> [Records from a dataset]:
______________________________

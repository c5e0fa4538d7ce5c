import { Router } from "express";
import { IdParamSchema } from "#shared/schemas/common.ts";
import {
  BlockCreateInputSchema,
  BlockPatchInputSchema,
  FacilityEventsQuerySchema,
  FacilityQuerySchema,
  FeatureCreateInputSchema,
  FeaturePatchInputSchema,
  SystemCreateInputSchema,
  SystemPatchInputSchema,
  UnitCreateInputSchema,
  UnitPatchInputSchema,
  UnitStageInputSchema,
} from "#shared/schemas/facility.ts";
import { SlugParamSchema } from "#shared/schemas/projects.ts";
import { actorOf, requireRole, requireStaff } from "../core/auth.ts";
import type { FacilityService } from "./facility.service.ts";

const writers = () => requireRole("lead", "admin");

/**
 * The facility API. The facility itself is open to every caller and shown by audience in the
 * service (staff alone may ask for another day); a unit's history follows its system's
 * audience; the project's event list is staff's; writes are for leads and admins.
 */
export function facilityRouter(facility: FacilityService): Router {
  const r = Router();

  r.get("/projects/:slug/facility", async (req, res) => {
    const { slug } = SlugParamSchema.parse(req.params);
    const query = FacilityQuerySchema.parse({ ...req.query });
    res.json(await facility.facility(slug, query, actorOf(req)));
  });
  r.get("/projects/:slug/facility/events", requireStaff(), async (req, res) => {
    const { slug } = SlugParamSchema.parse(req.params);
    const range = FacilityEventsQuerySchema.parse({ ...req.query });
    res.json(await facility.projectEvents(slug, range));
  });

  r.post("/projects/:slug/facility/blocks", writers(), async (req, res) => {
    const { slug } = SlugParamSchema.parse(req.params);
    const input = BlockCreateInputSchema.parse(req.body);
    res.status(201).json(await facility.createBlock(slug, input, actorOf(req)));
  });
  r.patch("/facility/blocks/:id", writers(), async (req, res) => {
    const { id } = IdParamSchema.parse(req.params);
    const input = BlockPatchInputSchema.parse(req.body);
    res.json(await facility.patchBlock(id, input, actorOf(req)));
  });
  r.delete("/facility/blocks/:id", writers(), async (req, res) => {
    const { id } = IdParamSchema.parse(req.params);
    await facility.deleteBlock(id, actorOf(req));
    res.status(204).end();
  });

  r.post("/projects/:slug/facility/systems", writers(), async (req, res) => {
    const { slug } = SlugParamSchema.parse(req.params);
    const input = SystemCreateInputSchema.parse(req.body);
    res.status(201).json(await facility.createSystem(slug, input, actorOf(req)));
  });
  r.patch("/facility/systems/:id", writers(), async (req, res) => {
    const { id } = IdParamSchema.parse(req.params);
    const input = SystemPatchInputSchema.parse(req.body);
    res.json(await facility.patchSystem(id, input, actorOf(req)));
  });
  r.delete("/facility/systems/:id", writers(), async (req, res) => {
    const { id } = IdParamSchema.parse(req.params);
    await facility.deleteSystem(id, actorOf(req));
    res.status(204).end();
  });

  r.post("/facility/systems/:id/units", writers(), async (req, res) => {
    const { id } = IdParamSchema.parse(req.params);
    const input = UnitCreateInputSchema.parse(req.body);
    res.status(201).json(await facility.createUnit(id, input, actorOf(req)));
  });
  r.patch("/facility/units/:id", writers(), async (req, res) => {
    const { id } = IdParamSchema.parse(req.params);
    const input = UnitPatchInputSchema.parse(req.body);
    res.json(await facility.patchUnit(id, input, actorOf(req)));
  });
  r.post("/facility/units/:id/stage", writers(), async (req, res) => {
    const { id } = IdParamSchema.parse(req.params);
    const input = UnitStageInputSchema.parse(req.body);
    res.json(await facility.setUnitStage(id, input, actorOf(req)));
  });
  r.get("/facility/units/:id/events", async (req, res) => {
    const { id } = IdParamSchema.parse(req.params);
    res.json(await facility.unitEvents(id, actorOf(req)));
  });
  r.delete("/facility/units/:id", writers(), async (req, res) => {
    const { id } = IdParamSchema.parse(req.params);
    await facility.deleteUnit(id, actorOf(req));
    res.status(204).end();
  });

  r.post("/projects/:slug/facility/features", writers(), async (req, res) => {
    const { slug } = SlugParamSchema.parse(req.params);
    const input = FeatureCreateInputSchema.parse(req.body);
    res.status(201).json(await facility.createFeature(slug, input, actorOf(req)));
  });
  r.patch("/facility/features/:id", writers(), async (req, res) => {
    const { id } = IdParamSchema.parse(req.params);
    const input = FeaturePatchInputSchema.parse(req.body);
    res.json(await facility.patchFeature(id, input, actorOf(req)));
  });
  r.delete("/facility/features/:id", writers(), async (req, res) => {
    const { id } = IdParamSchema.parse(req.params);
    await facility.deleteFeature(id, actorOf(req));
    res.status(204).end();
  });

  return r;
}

______________________________

All lines of the records above with the word "range" in them are to be copied.

    const range = FacilityEventsQuerySchema.parse({ ...req.query });
    res.json(await facility.projectEvents(slug, range));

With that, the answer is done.